Task description —
Give back exactly the lines of the data below, starting with the line that has "lo, hi = 0.0, 4.0 * n + 10.0" and going on through the line that has "night (local evening".

The data —
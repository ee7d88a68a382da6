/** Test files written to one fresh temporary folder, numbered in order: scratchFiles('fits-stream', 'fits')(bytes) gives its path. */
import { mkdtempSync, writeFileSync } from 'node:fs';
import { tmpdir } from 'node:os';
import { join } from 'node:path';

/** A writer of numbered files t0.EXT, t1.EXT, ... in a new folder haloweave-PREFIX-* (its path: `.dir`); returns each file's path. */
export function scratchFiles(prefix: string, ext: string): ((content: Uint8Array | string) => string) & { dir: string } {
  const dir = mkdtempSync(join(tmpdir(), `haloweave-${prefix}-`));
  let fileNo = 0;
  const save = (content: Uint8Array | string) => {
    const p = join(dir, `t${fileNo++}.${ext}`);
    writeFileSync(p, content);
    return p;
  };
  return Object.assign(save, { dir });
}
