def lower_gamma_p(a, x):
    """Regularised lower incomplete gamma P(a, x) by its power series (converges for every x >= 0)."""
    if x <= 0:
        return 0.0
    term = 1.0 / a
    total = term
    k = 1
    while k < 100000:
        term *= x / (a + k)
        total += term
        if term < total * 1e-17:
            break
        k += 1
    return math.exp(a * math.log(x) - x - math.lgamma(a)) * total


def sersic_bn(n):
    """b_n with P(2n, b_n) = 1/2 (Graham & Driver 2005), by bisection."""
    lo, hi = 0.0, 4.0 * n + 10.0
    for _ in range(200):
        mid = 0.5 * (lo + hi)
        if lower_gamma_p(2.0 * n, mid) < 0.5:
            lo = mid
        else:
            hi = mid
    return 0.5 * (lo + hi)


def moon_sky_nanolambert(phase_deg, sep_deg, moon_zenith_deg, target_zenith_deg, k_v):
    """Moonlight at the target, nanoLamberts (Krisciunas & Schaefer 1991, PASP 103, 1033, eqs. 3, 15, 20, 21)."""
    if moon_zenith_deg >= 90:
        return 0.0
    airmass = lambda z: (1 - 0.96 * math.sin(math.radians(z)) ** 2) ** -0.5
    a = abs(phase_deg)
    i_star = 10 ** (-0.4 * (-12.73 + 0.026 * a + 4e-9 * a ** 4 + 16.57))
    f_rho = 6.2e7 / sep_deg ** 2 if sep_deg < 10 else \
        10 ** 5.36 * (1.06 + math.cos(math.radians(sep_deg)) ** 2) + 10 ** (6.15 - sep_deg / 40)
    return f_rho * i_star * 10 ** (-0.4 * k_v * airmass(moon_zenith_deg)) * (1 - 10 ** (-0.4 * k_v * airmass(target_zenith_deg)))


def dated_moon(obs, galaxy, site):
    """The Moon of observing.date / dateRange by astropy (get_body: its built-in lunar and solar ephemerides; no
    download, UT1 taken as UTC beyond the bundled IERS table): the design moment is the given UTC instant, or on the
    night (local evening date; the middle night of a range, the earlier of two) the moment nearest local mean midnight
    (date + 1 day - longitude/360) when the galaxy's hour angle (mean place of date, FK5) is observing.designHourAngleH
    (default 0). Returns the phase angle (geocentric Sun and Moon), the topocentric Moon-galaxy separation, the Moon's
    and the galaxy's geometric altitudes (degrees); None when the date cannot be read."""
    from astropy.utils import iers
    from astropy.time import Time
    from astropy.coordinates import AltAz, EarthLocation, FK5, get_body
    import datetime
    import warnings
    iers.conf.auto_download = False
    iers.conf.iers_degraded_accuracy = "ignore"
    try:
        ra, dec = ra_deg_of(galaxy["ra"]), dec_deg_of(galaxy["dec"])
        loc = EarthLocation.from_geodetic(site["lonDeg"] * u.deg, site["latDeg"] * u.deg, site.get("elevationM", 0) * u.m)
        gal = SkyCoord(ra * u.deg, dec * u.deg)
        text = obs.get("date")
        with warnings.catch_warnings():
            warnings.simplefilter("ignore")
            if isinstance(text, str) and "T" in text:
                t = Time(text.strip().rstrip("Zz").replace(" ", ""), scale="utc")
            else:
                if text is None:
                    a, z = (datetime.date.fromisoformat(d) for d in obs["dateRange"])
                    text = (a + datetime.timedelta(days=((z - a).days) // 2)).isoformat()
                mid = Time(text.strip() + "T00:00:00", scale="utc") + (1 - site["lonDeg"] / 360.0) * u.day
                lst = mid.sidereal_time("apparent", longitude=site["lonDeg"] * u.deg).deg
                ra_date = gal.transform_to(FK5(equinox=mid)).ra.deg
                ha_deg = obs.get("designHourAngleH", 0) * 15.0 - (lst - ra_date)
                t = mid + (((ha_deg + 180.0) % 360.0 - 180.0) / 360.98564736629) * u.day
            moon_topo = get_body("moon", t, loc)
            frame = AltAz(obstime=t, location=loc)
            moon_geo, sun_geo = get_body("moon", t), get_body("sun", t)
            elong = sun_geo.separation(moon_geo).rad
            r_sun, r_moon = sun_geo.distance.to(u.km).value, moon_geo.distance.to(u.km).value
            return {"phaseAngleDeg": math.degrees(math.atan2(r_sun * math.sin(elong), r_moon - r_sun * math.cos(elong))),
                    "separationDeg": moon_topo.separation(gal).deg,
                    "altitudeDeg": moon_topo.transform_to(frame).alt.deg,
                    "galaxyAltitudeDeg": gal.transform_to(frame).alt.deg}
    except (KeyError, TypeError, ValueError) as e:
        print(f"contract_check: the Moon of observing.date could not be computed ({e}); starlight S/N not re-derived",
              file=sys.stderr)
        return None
...
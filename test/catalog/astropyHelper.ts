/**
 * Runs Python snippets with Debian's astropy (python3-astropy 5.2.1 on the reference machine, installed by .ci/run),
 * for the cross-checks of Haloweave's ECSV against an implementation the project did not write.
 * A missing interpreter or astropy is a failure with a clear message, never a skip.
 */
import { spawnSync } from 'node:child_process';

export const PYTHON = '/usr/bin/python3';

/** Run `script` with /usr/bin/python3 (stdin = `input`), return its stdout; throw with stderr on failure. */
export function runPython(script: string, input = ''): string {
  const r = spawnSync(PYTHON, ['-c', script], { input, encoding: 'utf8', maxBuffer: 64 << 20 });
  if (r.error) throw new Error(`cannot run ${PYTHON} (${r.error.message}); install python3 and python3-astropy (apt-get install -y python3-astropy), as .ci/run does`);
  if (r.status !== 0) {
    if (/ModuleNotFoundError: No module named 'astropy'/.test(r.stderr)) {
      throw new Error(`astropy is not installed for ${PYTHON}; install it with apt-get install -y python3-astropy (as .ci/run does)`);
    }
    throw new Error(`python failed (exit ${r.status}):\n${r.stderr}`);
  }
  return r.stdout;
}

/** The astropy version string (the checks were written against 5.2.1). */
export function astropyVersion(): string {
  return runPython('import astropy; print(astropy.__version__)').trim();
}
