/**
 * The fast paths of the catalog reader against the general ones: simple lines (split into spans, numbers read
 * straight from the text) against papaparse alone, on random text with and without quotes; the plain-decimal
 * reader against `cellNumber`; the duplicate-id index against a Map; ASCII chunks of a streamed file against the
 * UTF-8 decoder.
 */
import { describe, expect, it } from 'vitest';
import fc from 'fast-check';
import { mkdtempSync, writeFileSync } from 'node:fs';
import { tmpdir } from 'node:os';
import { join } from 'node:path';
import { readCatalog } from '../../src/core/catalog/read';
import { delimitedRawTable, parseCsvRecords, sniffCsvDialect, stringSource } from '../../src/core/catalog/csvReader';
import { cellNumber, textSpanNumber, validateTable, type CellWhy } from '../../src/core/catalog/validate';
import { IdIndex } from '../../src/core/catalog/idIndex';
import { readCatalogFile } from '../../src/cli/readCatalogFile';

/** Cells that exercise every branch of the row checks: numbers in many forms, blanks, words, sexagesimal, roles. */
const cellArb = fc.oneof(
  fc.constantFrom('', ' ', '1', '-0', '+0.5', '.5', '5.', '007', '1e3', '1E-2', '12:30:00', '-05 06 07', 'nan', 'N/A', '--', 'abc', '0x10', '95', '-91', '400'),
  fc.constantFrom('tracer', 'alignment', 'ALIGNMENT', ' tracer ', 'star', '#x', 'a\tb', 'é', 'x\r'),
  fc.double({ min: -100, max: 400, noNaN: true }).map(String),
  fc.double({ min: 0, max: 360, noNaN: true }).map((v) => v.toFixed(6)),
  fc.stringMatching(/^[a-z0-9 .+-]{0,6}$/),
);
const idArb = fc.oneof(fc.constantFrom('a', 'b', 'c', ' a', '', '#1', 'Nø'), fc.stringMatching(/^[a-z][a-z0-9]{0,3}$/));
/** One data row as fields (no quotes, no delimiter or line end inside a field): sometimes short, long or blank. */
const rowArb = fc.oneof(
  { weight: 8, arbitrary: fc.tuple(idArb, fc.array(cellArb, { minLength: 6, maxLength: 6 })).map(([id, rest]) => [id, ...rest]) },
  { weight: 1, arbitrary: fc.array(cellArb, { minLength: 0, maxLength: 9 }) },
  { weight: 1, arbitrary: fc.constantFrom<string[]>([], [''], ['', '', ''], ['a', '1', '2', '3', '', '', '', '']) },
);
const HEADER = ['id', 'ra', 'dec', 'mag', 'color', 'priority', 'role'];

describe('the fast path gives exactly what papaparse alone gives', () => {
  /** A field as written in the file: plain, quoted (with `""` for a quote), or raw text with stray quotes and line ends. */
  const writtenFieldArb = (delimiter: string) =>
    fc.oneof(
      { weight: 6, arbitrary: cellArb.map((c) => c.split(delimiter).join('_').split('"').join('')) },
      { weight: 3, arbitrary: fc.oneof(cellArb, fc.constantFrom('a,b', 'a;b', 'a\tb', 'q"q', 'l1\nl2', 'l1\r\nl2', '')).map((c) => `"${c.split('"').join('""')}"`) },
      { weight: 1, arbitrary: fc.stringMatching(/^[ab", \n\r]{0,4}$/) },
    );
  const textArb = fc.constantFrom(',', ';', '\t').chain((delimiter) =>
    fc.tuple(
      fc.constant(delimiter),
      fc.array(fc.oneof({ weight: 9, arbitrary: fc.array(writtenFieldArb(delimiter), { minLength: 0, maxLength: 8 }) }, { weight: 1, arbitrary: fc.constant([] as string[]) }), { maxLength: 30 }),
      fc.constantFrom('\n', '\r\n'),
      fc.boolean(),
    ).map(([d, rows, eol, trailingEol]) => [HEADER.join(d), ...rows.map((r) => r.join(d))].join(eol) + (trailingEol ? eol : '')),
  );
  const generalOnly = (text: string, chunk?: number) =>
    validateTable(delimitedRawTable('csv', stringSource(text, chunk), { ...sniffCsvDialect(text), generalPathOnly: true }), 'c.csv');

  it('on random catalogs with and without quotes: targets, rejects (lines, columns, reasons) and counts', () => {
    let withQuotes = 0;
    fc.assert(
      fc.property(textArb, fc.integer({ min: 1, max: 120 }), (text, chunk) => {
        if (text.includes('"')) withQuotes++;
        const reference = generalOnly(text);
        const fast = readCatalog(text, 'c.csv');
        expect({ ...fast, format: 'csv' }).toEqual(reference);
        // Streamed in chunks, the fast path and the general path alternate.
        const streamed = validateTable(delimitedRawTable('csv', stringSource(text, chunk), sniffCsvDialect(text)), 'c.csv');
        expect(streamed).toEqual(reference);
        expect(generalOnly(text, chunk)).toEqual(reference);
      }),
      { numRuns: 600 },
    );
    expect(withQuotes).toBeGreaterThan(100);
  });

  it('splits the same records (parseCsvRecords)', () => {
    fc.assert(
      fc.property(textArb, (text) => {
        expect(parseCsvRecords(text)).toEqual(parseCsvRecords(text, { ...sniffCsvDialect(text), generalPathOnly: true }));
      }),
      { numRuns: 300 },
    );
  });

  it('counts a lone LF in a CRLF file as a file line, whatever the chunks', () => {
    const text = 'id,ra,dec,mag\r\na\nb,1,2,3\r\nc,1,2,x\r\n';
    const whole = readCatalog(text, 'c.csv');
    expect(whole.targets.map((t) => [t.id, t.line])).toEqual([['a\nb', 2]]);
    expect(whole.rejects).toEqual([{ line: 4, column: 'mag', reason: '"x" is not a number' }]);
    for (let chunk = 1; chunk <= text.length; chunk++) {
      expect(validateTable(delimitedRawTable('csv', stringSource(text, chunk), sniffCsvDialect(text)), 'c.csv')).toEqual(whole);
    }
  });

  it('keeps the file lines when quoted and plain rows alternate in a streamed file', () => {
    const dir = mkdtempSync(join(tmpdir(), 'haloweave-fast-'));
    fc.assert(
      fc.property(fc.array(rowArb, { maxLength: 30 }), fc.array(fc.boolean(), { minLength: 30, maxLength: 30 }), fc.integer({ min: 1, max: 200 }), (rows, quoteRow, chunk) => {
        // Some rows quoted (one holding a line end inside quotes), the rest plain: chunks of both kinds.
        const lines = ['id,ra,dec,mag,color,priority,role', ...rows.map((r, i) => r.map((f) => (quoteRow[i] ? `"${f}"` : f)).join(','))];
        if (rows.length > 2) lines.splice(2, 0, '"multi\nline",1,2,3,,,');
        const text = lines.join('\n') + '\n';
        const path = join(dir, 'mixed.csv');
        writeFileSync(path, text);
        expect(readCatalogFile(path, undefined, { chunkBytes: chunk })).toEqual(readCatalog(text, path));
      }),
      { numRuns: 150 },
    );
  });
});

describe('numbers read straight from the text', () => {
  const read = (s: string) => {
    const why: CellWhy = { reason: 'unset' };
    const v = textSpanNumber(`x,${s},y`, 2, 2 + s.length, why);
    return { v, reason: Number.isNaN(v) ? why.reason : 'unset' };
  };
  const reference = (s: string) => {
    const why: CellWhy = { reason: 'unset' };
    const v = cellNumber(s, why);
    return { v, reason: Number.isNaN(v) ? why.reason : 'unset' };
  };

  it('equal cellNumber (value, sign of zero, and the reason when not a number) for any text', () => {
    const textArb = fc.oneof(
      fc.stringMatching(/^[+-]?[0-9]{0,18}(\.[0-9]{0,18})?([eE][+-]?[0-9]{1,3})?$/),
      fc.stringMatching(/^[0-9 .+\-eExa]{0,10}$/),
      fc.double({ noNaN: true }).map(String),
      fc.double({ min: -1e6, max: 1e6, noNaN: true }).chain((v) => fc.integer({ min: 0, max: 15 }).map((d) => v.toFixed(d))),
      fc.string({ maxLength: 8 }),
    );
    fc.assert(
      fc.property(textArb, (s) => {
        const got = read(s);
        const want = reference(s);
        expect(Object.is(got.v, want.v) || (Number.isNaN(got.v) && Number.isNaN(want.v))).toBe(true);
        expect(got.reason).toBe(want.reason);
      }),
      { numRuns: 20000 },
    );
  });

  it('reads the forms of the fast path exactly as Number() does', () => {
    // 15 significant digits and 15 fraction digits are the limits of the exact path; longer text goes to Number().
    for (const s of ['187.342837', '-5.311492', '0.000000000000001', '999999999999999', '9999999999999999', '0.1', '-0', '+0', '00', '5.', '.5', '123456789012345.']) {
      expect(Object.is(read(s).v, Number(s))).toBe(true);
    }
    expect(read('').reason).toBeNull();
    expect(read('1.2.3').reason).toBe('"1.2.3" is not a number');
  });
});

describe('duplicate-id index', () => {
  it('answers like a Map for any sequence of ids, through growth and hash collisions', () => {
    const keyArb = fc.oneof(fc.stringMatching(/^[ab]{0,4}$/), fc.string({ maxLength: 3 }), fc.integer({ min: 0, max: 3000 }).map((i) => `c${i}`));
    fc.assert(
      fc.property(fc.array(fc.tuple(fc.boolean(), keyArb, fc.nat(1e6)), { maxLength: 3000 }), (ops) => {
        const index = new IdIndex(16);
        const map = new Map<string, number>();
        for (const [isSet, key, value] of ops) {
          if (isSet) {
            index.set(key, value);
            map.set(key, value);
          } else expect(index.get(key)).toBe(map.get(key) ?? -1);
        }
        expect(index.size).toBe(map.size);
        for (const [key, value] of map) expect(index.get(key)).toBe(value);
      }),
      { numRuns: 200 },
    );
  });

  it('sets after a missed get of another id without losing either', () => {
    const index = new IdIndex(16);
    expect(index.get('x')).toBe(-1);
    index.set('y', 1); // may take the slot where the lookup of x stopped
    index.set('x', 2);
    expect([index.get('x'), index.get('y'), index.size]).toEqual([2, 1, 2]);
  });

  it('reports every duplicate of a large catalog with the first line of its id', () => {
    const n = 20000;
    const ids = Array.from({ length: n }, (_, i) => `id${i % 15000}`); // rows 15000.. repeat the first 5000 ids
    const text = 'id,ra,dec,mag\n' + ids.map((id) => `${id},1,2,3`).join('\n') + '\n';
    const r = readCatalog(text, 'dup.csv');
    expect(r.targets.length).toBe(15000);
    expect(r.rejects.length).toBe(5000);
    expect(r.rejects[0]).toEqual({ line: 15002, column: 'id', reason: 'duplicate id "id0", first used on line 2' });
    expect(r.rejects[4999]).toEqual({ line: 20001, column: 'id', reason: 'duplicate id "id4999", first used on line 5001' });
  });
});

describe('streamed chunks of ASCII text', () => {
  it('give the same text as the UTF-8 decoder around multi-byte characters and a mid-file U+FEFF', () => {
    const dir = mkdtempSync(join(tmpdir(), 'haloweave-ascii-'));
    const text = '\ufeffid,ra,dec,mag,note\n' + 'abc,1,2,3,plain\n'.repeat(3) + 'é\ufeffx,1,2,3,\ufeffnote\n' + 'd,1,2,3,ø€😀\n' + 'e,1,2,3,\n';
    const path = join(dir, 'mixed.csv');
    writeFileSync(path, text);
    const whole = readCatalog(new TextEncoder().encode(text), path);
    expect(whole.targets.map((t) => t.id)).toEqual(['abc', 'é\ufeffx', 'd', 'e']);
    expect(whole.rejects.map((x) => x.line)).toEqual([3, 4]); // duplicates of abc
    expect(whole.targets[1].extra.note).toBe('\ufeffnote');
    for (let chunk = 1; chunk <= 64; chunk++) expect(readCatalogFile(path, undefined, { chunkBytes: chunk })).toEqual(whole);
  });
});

Response area —
    lo, hi = 0.0, 4.0 * n + 10.0
    for _ in range(200):
        mid = 0.5 * (lo + hi)
        if lower_gamma_p(2.0 * n, mid) < 0.5:
            lo = mid
        else:
            hi = mid
    return 0.5 * (lo + hi)


def moon_sky_nanolambert(phase_deg, sep_deg, moon_zenith_deg, target_zenith_deg, k_v):
    """Moonlight at the target, nanoLamberts (Krisciunas & Schaefer 1991, PASP 103, 1033, eqs. 3, 15, 20, 21)."""
    if moon_zenith_deg >= 90:
        return 0.0
    airmass = lambda z: (1 - 0.96 * math.sin(math.radians(z)) ** 2) ** -0.5
    a = abs(phase_deg)
    i_star = 10 ** (-0.4 * (-12.73 + 0.026 * a + 4e-9 * a ** 4 + 16.57))
    f_rho = 6.2e7 / sep_deg ** 2 if sep_deg < 10 else \
        10 ** 5.36 * (1.06 + math.cos(math.radians(sep_deg)) ** 2) + 10 ** (6.15 - sep_deg / 40)
    return f_rho * i_star * 10 ** (-0.4 * k_v * airmass(moon_zenith_deg)) * (1 - 10 ** (-0.4 * k_v * airmass(target_zenith_deg)))


def dated_moon(obs, galaxy, site):
    """The Moon of observing.date / dateRange by astropy (get_body: its built-in lunar and solar ephemerides; no
    download, UT1 taken as UTC beyond the bundled IERS table): the design moment is the given UTC instant, or on the
    night (local evening date; the middle night of a range, the earlier of two) the moment nearest local mean midnight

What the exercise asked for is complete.